Despite now spending about 70% of her time on her arts practice - which includes creating and producing her own work, as well as hiring and managing large creative teams - Chan says it took about a decade before this became the ratio between her arts practice and her work as a teacher.
"At the beginning, it was definitely more the flip. I’ve been making and selling music for over 13 years now. Initially, I tutored a lot of primary school kids in saxophone. I was also an English tutor for a long time. That was my main thing and then every now and then I did gigs," she says.
Chan says choosing to teach music was a natural choice, due to her innate strengths and skills. Just like the other artists interviewed, however, Chan says that if money were no object, she would just make art all of the time.
But, of course, money is an object, and this is exactly the point.
It is not something anyone needs to feel ashamed about - or to fear.

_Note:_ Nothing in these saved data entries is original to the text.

//! Waves and the sound of opposing waves: against reference numbers, and what must not change them.

mod invariance;
mod reference_rows;
mod veering;
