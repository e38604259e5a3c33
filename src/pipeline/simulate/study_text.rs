//! The study file of a simulated deployment: the sections of the original, with the simulated inputs in place of its own.

use super::INVENTED;
use crate::Error;
use crate::config::{Study, StudyError};
use crate::model::{Site, Track};
use crate::science::simulate::{Settings, WindOrigin};
use std::path::Path;
use toml::{Table, Value};

/// Id of the invented wind.
const WIND_ID: &str = "simulated";

/// Name of the site list.
pub(super) const SITE_LIST: &str = "sites.csv";

/// Whether the sites go into a list; those that move stay in the study file, with their tracks.
pub(super) fn has_site_list(sites: &[Site]) -> bool {
    sites.iter().all(|site| matches!(site.track, Track::Fixed(_)))
}

/// The text of the study file.
pub(super) fn study_text(study: &Study, settings: &Settings, sites: &[Site]) -> Result<String, Error> {
    let text = std::fs::read_to_string(&study.path)
        .map_err(|source| StudyError::Unreadable { path: study.path.clone(), source })?;
    let lacking = |problem: String| Error::Study(StudyError::Lacking { path: study.path.clone(), problem });
    let mut original: Table = text.parse().map_err(|error: toml::de::Error| lacking(error.message().to_owned()))?;
    // Of the file, not of its folder: an empty path has no absolute form.
    let whole = std::path::absolute(&study.path)
        .map_err(|source| StudyError::Unreadable { path: study.path.clone(), source })?;
    let base = whole.parent().unwrap_or(Path::new("/"));
    if let Some(Value::Table(head)) = original.get_mut("study") {
        head.remove("output");
    }
    if has_site_list(sites) {
        original.remove("site");
        let list = Table::from_iter([("file".to_owned(), SITE_LIST.into())]);
        original.insert("sites".to_owned(), list.into());
    } else {
        if let Some(Value::Table(list)) = original.get_mut("sites") {
            rebase(list, "file", base);
        }
        for site in tables_of(&mut original, "site") {
            rebase(site, "track", base);
        }
    }
    match settings.wind {
        WindOrigin::Invented => {
            let mut wind = Table::new();
            wind.insert("id".to_owned(), WIND_ID.into());
            wind.insert("files".to_owned(), Value::Array(vec!["wind.nc".into()]));
            original.insert("wind".to_owned(), Value::Array(vec![wind.into()]));
        }
        WindOrigin::Study => {
            for wind in tables_of(&mut original, "wind") {
                rebase(wind, "files", base);
                rebase(wind, "table", base);
            }
        }
    }
    original.insert("levels".to_owned(), Value::Array(levels(sites, settings)));
    let mut out = format!("# {INVENTED}.\n# The truth is in truth.toml; the fit does not read it.\n");
    for section in ["study", "site", "sites", "wind", "levels", "match", "relation", "report"] {
        let Some(value) = original.remove(section) else { continue };
        let one = Table::from_iter([(section.to_owned(), value)]);
        let text = toml::to_string(&one).map_err(|error| lacking(format!("`{section}`: {error}")))?;
        out.push('\n');
        out.push_str(&text);
    }
    Ok(out)
}

/// Name of the level table of a sensor, by its place among the sensor names of the study.
pub(super) fn levels_file(sensor: usize, sensors: usize) -> String {
    if sensors == 1 { "levels.csv.gz".to_owned() } else { format!("levels_{}.csv.gz", sensor + 1) }
}

/// The names of sensors, each once, in order: a level table holds the sensors of one name at all sites.
pub(super) fn sensor_names<'a>(sensors: impl Iterator<Item = &'a str>) -> Vec<&'a str> {
    let mut names = Vec::new();
    for name in sensors {
        if !names.contains(&name) {
            names.push(name);
        }
    }
    names
}

fn levels(sites: &[Site], settings: &Settings) -> Vec<Value> {
    let names = sensor_names(sites.iter().flat_map(|site| &site.sensors).map(|sensor| sensor.id.as_str()));
    names
        .iter()
        .enumerate()
        .map(|(number, name)| {
            let mut table = Table::new();
            table.insert("files".to_owned(), Value::Array(vec![levels_file(number, names.len()).into()]));
            table.insert("sensor".to_owned(), (*name).into());
            for (key, value) in
                [("reference", "1 uPa"), ("kind", "band_level"), ("bands", "decidecade"), ("stamp", "start")]
            {
                table.insert(key.to_owned(), value.into());
            }
            table.insert("window_s".to_owned(), Value::Float(settings.window_s));
            table.into()
        })
        .collect()
}

fn tables_of<'a>(original: &'a mut Table, section: &str) -> impl Iterator<Item = &'a mut Table> {
    original.get_mut(section).and_then(Value::as_array_mut).into_iter().flatten().filter_map(Value::as_table_mut)
}

/// Makes the paths of a key hold from anywhere.
fn rebase(table: &mut Table, key: &str, base: &Path) {
    let whole = |text: &str| Value::String(base.join(text).to_string_lossy().into_owned());
    let Some(value) = table.get_mut(key) else { return };
    let entries = match value {
        Value::Array(list) => list.as_mut_slice(),
        one => std::slice::from_mut(one),
    };
    for entry in entries {
        if let Some(text) = entry.as_str() {
            *entry = whole(text);
        }
    }
}
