//! The data files of a simulated deployment.

use super::study_text::{levels_file, sensor_names};
use super::{INVENTED, SensorTruth};
use crate::io::netcdf_write::{PackedWind, write_wind};
use crate::io::replace_file::{ReplaceFile, WriteError, replace_with};
use crate::model::{Deployment, Site};
use crate::science::simulate::{PACKED_FILL, PACKED_SCALE_M_S, Settings, WindField, Windows};
use flate2::write::GzEncoder;
use flate2::{Compression, GzBuilder};
use std::path::{Path, PathBuf};

pub(super) fn write_wind_field(field: &WindField, title: &str, path: &Path) -> Result<(), WriteError> {
    write_wind(
        path,
        &PackedWind {
            title,
            comment: INVENTED,
            latitudes_deg: &field.latitudes_deg,
            longitudes_deg: &field.longitudes_deg,
            start: field.start,
            hours: field.hours,
            eastward: &field.eastward,
            northward: &field.northward,
            scale_m_s: PACKED_SCALE_M_S,
            fill: PACKED_FILL,
        },
    )
}

/// A compressed CSV file on its way.
struct Rows {
    path: PathBuf,
    rows: csv::Writer<GzEncoder<ReplaceFile>>,
}

impl Rows {
    fn create(path: PathBuf) -> Result<Self, WriteError> {
        // No time in the gzip header: the same settings give the same bytes.
        let out = GzBuilder::new().mtime(0).write(ReplaceFile::create(&path)?, Compression::best());
        Ok(Self { path, rows: csv::Writer::from_writer(out) })
    }

    fn write(&mut self, cells: &[String]) -> Result<(), WriteError> {
        self.rows.write_record(cells).map_err(|error| failed(&self.path, std::io::Error::other(error)))
    }

    fn finish(self) -> Result<PathBuf, WriteError> {
        let Self { path, rows } = self;
        let out = rows.into_inner().map_err(|error| failed(&path, error.into_error()))?;
        out.finish().map_err(|source| failed(&path, source))?.finish()?;
        Ok(path)
    }
}

fn failed(path: &Path, source: std::io::Error) -> WriteError {
    WriteError::Write { path: path.to_owned(), source }
}

fn number(value: f64, decimals: usize) -> String {
    if value.is_nan() { String::new() } else { format!("{value:.decimals$}") }
}

/// Writes one wide table a sensor name; windows without any level have no row.
pub(super) fn write_levels(
    settings: &Settings,
    windows: Windows,
    truths: &[SensorTruth<'_>],
    folder: &Path,
) -> Result<Vec<PathBuf>, WriteError> {
    let names = sensor_names(truths.iter().map(|truth| truth.sensor.id.as_str()));
    let mut written = Vec::new();
    for (place, name) in names.iter().enumerate() {
        let mut rows = Rows::create(folder.join(levels_file(place, names.len())))?;
        let mut header = vec!["time".to_owned(), "site".to_owned()];
        header.extend(settings.band.iter().map(|law| format!("{} Hz", law.centre_hz)));
        rows.write(&header)?;
        for truth in truths.iter().filter(|truth| truth.sensor.id == **name) {
            for window in 0..windows.count {
                if truth.levels_db.iter().all(|levels| levels[window].is_nan()) {
                    continue;
                }
                let mut cells = vec![windows.start_of(window).iso(), truth.site.id.clone()];
                cells.extend(truth.levels_db.iter().map(|levels| number(levels[window], 2)));
                rows.write(&cells)?;
            }
        }
        written.push(rows.finish()?);
    }
    Ok(written)
}

/// Writes the sites, a row for each sensor or deployment.
pub(super) fn write_sites(sites: &[Site], path: &Path) -> Result<(), WriteError> {
    let mut rows = csv::Writer::from_writer(Vec::new());
    let mut row =
        |cells: [String; 8]| rows.write_record(cells).map_err(|error| failed(path, std::io::Error::other(error)));
    row(
        ["site", "latitude_deg", "longitude_deg", "sensor", "depth_m", "deployment", "start", "end"].map(str::to_owned)
    )?;
    for site in sites {
        let Some(place) = site.track.nominal() else { continue };
        for sensor in &site.sensors {
            let mut of = |deployment: Option<&Deployment>| {
                row([
                    site.id.clone(),
                    place.latitude_deg().to_string(),
                    place.longitude_deg().to_string(),
                    sensor.id.clone(),
                    sensor.depth_m.map_or_else(String::new, |depth| depth.to_string()),
                    deployment.map_or_else(String::new, |deployment| deployment.id.clone()),
                    deployment.map_or_else(String::new, |deployment| deployment.window.start.iso()),
                    deployment.map_or_else(String::new, |deployment| deployment.window.end.iso()),
                ])
            };
            if sensor.deployments.is_empty() {
                of(None)?;
            }
            for deployment in &sensor.deployments {
                of(Some(deployment))?;
            }
        }
    }
    let bytes = rows.into_inner().map_err(|error| failed(path, error.into_error()))?;
    replace_with(path, &bytes)
}

/// Writes the mean wind speed of every window, from which the levels were made.
pub(super) fn write_true_wind(
    windows: Windows,
    sites: &[Site],
    speeds: &[Vec<f64>],
    folder: &Path,
) -> Result<PathBuf, WriteError> {
    let mut rows = Rows::create(folder.join("true_wind.csv.gz"))?;
    rows.write(&["window_start", "site", "wind_speed_mean_m_s"].map(str::to_owned))?;
    for (site, speeds_m_s) in sites.iter().zip(speeds) {
        for (window, speed) in speeds_m_s.iter().enumerate() {
            rows.write(&[windows.start_of(window).iso(), site.id.clone(), number(*speed, 4)])?;
        }
    }
    rows.finish()
}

As each of these artist’s stories demonstrate, working within these constraints can actually provide a lot of creative freedom, and take artists down roads they may not have otherwise chosen to go down.
"I think that things are sort of in flux. Maybe you’re not always going to be working at that other job, maybe there’ll be a period of time when you get some grants coming in and you can let go of that day job a little bit to do a bit more of your arts practice. But then maybe the next year you won’t be so successful in grants and funding, so you go back to the other job. I think that flexibility is really important," says Chan.
The emerging, mid-career and established labels we often give to independent artists are important markers of the blood, sweat and tears that go into creating and maintaining an arts practice.
Arts work is real work, but it is also very different from other kinds of work. These labels can be misleading, projecting a career as an independent artist as a linear progression towards having a 'successful' independent arts practice. Hiding within them is also all the other work, while only making visible the finished art object or product.
In terms of what success means, Chan says, "So much of art isn’t tangible or quantitative, in that way of 'OK, you sold this many artworks or you made these many projects'. A lot of it is process, learning and self-enrichment."
Demystifying what a 'successful' independent arts practice can actually look like for different people not only helps those looking to enter the industry to better understand what is possible - but also bridges the gap between artists and remedies feelings of isolation and loneliness while carving out your arts practice over a lifetime.